I was just about to point that out...


----------



## Turkish Delight

Budweiser_Boy said:


> That's true, but either way it was a stupid technical by Rose.


Yeah, the fact is it looked even worst since he got all frustrated against a rookie like that.
Jalen Rose is a vet, and he shouldn't lose his cool because of stuff like this.


----------



## JS03

Turkish Delight said:


> Yep, we only lost by two so we win.
> I was just about to point that out...


Yes I feel abit happy now.. :banana:


----------



## Turkish Delight

Juzt_SicK03 said:


> Yes I feel abit happy now.. :banana:


As do I, I should have put more of my points down for the Raptors.
Oh well, maybe next time.


----------



## Coatesvillain

I asked this in the Sixers thread, but since I was the only one there who watched it I'll ask here.

Why did the Jalen Rose continue to take those shots in the crunch, when he was cold? The Raptors had Donyell Marshall and Rafer Alston who had fairly hot hands near the end (especially Rafer) wouldn't it have made sense to go to them?

From my count, there were three situations where the Raptors had a chance to either tie or take the lead, and in those three situations Jalen Rose forced up a shot. And that doesn't mention the technical which figured huge in the end result.


----------



## JS03

PhillyPhanatic said:


> I asked this in the Sixers thread, but since I was the only one there who watched it I'll ask here.
> 
> Why did the Jalen Rose continue to take those shots in the crunch, when he was cold? The Raptors had Donyell Marshall and Rafer Alston who had fairly hot hands near the end (especially Rafer) wouldn't it have made sense to go to them?
> 
> From my count, there were three situations where the Raptors had a chance to either tie or take the lead, and in those three situations Jalen Rose forced up a shot. And that doesn't mention the technical which figured huge in the end result.

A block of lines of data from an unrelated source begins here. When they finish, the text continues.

"""Electric lead field of a sphere of 1 to 5 concentric isotropic layers, by its Legendre series.

With x = r0/R, c = cos of the angle between electrode and source, a dipole q in the innermost layer gives at
the outer surface (infinity reference, so zero surface mean)

    V = 1/(4 π R²) Σ_{n>=1} f_n x^(n-1) [ n q_r P_n(c) + (q_t · r̂) P_n'(c) ],

f_n = (2n+1)/(n σ) for one layer (Brody, Terry & Ideker 1973, IEEE TBME 20:141). For several layers f_n
follows from the boundary conditions (see `degree_factors`; the layered problem is that of de Munck & Peters
1993, IEEE TBME 40:1166). Their subtraction of an asymptotic closed form is not used: it takes about one power
of n off terms that fall as x^n, and x <= 0.88 for a source in a head with a skull, where 40 to 220 terms
reach 1e-9.
"""

from __future__ import annotations

import numba
import numpy as np

from layout.errors import LayoutError
from layout.units import MM

MAX_LAYERS = 5
MAX_TERMS = 1 << 17
SOURCE_BLOCK = 16  # sources that write next to each other
ELECTRODE_BLOCK = 256  # the recursion's arrays stay in the first-level cache


def electric_lead_field(
    electrodes: np.ndarray,
    sources: np.ndarray,
    radii: np.ndarray,
    conductivities: np.ndarray,
    *,
    moments: np.ndarray | None = None,
    tolerance: float = 1e-9,
) -> np.ndarray:
    """Potential at the electrodes of a unit dipole at each source, zero mean over the outer surface.

    electrodes (n, 3): only their direction counts, they lie on the outer radius; sources (m, 3) [m], inside
    radii[0]; both relative to the centre. radii (L,) [m] increasing, conductivities (L,) [S/m], innermost
    first, L from 1 to 5. Returns (n, m, 3) [V/(A·m)], or (n, m) [V] for the given moments (m, 3) [A·m] (unit
    moments: V/(A·m)).

    tolerance: the neglected tail of each source's series, relative to the largest potential that a radial
    dipole there causes anywhere on the surface. The tail is bounded with |P_n| <= 1 and sin·|P_n'| <= n
    (Bernstein).

    Raises LayoutError for layers that are not nested, a source outside the brain shell, an electrode at the
    centre, or a series that needs more than 131,072 terms.
    """
    radii, conductivities = _checked_layers(radii, conductivities)
    electrodes = np.asarray(electrodes, float).reshape(-1, 3)
    sources = np.ascontiguousarray(sources, float).reshape(-1, 3)
    distance = np.linalg.norm(electrodes, axis=1, keepdims=True)
    if not np.all(distance > 0):
        raise LayoutError("electrode position: must have a direction from the centre of the sphere, got the centre")
    depth_radius = np.linalg.norm(sources, axis=1)
    if not np.all(depth_radius < radii[0]):
        raise LayoutError(
            f"source position: must lie inside the brain shell of {radii[0] / MM:.2f} mm, "
            f"got radius {np.max(depth_radius) / MM:.2f} mm"
        )
    directions = np.ascontiguousarray((electrodes / distance).T)
    fixed = moments is not None
    q = np.ascontiguousarray(moments, float).reshape(-1, 3) if fixed else np.empty((0, 3))
    if fixed and q.shape != sources.shape:
        raise LayoutError(f"moments: must have one row per source ({len(sources)}), got {len(q)}")
    out = np.empty((len(electrodes), len(sources), 1 if fixed else 3))
    if out.size == 0:
        return out[:, :, 0] if fixed else out
    outer = radii[-1]
    factors, tail = _converged_factors(radii, conductivities, np.max(depth_radius) / outer, tolerance)
    _fill(directions, sources, outer, factors, tail, tolerance, q, fixed, out)
    return out[:, :, 0] if fixed else out


def degree_factors(radii: np.ndarray, conductivities: np.ndarray, n_terms: int) -> np.ndarray:
    """Factors f_n [m/S], n = 1..n_terms, of the layered sphere's series (see the module).

    With γ = -σ r V'/V (0 at the outer surface, continuous at interfaces), one goes inward through layer j,
    whose inner and outer radii have the ratio t, with T = t^(2n+1):
        α = ((n+1) - γ/σ_j)/(2n+1),  h = 1 - α (1-T),  γ <- (γ + n σ_j α (1-T))/h,
    where h t^-(n+1) is the potential's growth across the layer. In the innermost layer the r^-(n+1) part is
    the dipole's own, hence f_n = (2n+1)/((n σ_1 + γ) Π h). Only ratios of radii occur and T <= 1: nothing
    overflows at any degree.
    """
    radii = np.asarray(radii, float)
    conductivities = np.asarray(conductivities, float)
    n = np.arange(1.0, n_terms + 1.0)
    gamma = np.zeros(n_terms)
    growth = np.ones(n_terms)
    for j in range(len(radii) - 1, 0, -1):
        one_minus_t = -np.expm1((2 * n + 1) * np.log(radii[j - 1] / radii[j]))
        alpha = ((n + 1) - gamma / conductivities[j]) / (2 * n + 1)
        h = 1 - alpha * one_minus_t
        gamma = (gamma + n * conductivities[j] * alpha * one_minus_t) / h
        growth *= h
    return (2 * n + 1) / ((n * conductivities[0] + gamma) * growth)


def _checked_layers(radii: np.ndarray, conductivities: np.ndarray) -> tuple[np.ndarray, np.ndarray]:
    radii, conductivities = np.asarray(radii, float).ravel(), np.asarray(conductivities, float).ravel()
    if not 1 <= len(radii) <= MAX_LAYERS or len(radii) != len(conductivities):
        raise LayoutError(
            f"layers: need 1 to {MAX_LAYERS} radii and as many conductivities, "
            f"got {len(radii)} and {len(conductivities)}"
        )
    if not (radii[0] > 0 and np.all(np.diff(radii) > 0)):
        raise LayoutError(f"radii: must be positive and increase outward, got {(radii / MM).tolist()} mm")
    if not (np.all(conductivities > 0) and np.all(np.isfinite(conductivities))):
        raise LayoutError(f"conductivities: must be positive, got {conductivities.tolist()} S/m")
    return radii, conductivities


def _converged_factors(radii, conductivities, x_max: float, tolerance: float) -> tuple[np.ndarray, float]:
    """Enough factors for the outermost source, and the relative share of its series beyond them."""
    n_terms = 32
    while n_terms <= MAX_TERMS:
        factors = degree_factors(radii, conductivities, n_terms)
        n = np.arange(1, n_terms + 1)
        terms = n * factors * x_max ** (n - 1)
        total = terms.sum()
        ratio = terms[-1] / terms[-2] if terms[-1] > 0 else 0.0
        if ratio < 1 and terms[-1] * ratio / (1 - ratio) <= 0.01 * tolerance * total:
            return factors, terms[-1] * ratio / (1 - ratio) / total
        n_terms *= 2
    raise LayoutError(
        f"source position: too close to the outer surface for the series, "
        f"radius {x_max:.6f} of the outer radius needs more than {MAX_TERMS} terms"
    )


@numba.njit(cache=True)
def _weights_and_count(x, factors, beyond, tolerance, weights):
    """weights[n-1] = f_n x^(n-1); returns how many terms leave a tail under the tolerance."""
    power, total = 1.0, 0.0
    for k in range(len(factors)):
        weights[k] = factors[k] * power
        total += (k + 1) * weights[k]
        power *= x
    allowed = (tolerance - beyond) * total
    tail = 0.0
    count = len(factors)
    while count > 1:
        tail += count * weights[count - 1]
        if tail > allowed:
            break
        count -= 1
    return count


@numba.njit(parallel=True, cache=True)
def _fill(directions, sources, outer, factors, beyond, tolerance, moments, fixed, out):
    """Blocks of sources in parallel; within a block, electrodes run innermost so the recursion vectorises."""
    n_electrodes, n_sources = directions.shape[1], sources.shape[0]
    scale = 1.0 / (4.0 * np.pi * outer * outer)
    n_blocks = (n_sources + SOURCE_BLOCK - 1) // SOURCE_BLOCK
    for block in numba.prange(n_blocks):
        first = block * SOURCE_BLOCK
        size = min(SOURCE_BLOCK, n_sources - first)
        weights = np.empty((SOURCE_BLOCK, len(factors)))
        counts = np.empty(SOURCE_BLOCK, np.int64)
        units = np.empty((SOURCE_BLOCK, 3))
        for s in range(size):
            r0 = sources[first + s]
            radius = np.sqrt(r0[0] ** 2 + r0[1] ** 2 + r0[2] ** 2)
            # at the centre only n = 1 is left and its sum, f_1 r̂, does not depend on the direction taken for
            # r̂0
            if radius > 0.0:
                for axis in range(3):
                    units[s, axis] = r0[axis] / radius
            else:
                units[s, 0], units[s, 1], units[s, 2] = 0.0, 0.0, 1.0
            counts[s] = _weights_and_count(radius / outer, factors, beyond, tolerance, weights[s])
        c = np.empty(ELECTRODE_BLOCK)
        before, now = np.empty(ELECTRODE_BLOCK), np.empty(ELECTRODE_BLOCK)
        slope = np.empty(ELECTRODE_BLOCK)
        radial, tangential = np.empty(ELECTRODE_BLOCK), np.empty(ELECTRODE_BLOCK)
        for start in range(0, n_electrodes, ELECTRODE_BLOCK):
            width = min(ELECTRODE_BLOCK, n_electrodes - start)
            for s in range(size):
                ux, uy, uz = units[s, 0], units[s, 1], units[s, 2]
                w1 = weights[s, 0]
                for i in range(width):
                    e = start + i
                    cosine = directions[0, e] * ux + directions[1, e] * uy + directions[2, e] * uz
                    cosine = min(1.0, max(-1.0, cosine))
                    c[i] = cosine
                    before[i] = 1.0
                    now[i] = cosine
                    slope[i] = 1.0
                    radial[i] = w1 * cosine
                    tangential[i] = w1
                for n in range(2, counts[s] + 1):
                    w = weights[s, n - 1]
                    nw = n * w
                    up = (2.0 * n - 1.0) / n
                    down = (n - 1.0) / n
                    for i in range(width):
                        p = up * c[i] * now[i] - down * before[i]
                        d = c[i] * slope[i] + n * now[i]
                        before[i] = now[i]
                        now[i] = p
                        slope[i] = d
                        radial[i] += nw * p
                        tangential[i] += w * d
                if fixed:
                    qx, qy, qz = moments[first + s, 0], moments[first + s, 1], moments[first + s, 2]
                    q_r = qx * ux + qy * uy + qz * uz
                    # the tangential part first: subtracting c q_r from q·r̂ would lose digits near c = ±1
                    tx, ty, tz = qx - q_r * ux, qy - q_r * uy, qz - q_r * uz
                    for i in range(width):
                        e = start + i
                        q_t = tx * directions[0, e] + ty * directions[1, e] + tz * directions[2, e]
                        out[e, first + s, 0] = scale * (q_r * radial[i] + q_t * tangential[i])
                else:
                    for i in range(width):
                        e = start + i
                        along = radial[i] - c[i] * tangential[i]
                        out[e, first + s, 0] = scale * (along * ux + tangential[i] * directions[0, e])
                        out[e, first + s, 1] = scale * (along * uy + tangential[i] * directions[1, e])
                        out[e, first + s, 2] = scale * (along * uz + tangential[i] * directions[2, e])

Because Jalen was frozen in the head..


----------



## Turkish Delight

PhillyPhanatic said:


> I asked this in the Sixers thread, but since I was the only one there who watched it I'll ask here.
> 
> Why did the Jalen Rose continue to take those shots in the crunch, when he was cold? The Raptors had Donyell Marshall and Rafer Alston who had fairly hot hands near the end (especially Rafer) wouldn't it have made sense to go to them?
> 
> From my count, there were three situations where the Raptors had a chance to either tie or take the lead, and in those three situations Jalen Rose forced up a shot. And that doesn't mention the technical which figured huge in the end result.


I guess it's just because Jalen has one a lot of games for us this year, so the players had a lot of confidence in him. Plus he is one of the few players on our team that could actually create his own shot.
He did take some ill advised shots down the stretch for us tonight, but he's so accustomed to getting the ball in that period of the game, that it's kind of understandable why he would want to take those shots I guess.


----------



## Crossword

PhillyPhanatic said:


> I asked this in the Sixers thread, but since I was the only one there who watched it I'll ask here.
> 
> Why did the Jalen Rose continue to take those shots in the crunch, when he was cold? The Raptors had Donyell Marshall and Rafer Alston who had fairly hot hands near the end (especially Rafer) wouldn't it have made sense to go to them?
> 
> From my count, there were three situations where the Raptors had a chance to either tie or take the lead, and in those three situations Jalen Rose forced up a shot. And that doesn't mention the technical which figured huge in the end result.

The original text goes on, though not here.